# Raw data:
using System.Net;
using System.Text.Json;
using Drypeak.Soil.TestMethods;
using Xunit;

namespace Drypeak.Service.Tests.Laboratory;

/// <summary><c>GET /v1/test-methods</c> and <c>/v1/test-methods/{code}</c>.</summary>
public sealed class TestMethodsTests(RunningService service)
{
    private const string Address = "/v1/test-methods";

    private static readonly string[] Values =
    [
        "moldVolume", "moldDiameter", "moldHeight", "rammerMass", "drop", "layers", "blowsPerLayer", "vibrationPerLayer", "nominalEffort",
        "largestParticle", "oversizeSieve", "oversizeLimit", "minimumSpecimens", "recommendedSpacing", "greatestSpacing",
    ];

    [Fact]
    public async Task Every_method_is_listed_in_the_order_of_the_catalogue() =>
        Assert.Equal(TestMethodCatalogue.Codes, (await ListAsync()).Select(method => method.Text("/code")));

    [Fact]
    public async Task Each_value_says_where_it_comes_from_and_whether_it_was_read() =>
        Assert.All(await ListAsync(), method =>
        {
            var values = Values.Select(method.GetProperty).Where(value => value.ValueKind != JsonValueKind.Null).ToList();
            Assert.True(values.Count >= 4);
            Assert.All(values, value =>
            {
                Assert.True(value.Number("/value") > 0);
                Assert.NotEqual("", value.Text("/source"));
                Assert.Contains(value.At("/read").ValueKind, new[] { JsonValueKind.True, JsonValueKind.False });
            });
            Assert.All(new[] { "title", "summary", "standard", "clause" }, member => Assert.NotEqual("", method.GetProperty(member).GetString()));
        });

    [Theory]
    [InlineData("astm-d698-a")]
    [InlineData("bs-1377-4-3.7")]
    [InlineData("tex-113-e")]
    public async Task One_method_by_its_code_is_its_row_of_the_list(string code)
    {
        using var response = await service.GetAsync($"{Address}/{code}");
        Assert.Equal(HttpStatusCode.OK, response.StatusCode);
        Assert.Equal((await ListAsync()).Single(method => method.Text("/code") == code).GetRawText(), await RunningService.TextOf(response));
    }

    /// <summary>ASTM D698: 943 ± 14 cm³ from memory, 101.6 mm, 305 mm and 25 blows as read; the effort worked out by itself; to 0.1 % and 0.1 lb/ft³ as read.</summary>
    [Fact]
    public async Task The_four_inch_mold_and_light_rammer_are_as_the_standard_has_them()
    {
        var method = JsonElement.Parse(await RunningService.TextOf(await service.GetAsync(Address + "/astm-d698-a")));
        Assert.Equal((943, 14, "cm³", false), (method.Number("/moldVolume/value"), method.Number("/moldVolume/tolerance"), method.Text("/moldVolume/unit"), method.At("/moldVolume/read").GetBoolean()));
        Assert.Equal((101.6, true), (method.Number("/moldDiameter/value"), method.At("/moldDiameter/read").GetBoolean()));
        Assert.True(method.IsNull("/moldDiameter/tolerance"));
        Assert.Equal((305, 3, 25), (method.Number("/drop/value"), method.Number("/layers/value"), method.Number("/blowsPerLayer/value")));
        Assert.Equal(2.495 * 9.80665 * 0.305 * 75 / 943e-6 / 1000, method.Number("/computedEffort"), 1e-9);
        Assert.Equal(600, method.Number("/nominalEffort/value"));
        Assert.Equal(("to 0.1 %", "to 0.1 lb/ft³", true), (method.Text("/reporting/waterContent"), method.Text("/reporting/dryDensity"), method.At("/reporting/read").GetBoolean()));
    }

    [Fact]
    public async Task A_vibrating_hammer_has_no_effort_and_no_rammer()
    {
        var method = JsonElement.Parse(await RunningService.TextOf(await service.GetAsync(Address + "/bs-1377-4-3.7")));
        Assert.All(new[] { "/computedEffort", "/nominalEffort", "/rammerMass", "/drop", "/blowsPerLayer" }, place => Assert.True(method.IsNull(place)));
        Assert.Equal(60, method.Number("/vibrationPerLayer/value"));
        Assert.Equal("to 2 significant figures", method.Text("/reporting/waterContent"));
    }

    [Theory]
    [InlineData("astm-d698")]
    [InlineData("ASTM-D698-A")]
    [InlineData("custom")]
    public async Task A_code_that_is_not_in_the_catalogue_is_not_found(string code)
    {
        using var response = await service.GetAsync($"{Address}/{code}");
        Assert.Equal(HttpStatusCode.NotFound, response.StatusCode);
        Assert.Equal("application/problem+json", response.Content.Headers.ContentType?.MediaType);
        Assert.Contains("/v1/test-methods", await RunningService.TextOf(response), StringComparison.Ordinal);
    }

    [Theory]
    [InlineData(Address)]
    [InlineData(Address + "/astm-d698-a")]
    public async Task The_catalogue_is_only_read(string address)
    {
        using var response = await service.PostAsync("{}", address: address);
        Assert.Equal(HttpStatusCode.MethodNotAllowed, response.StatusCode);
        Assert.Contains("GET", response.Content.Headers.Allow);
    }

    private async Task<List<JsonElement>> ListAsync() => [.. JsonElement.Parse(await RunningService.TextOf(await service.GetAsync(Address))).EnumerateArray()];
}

# Work order:
How many of the lines in the material hold the word "Parse"? Give that number alone.

# Answer area:
3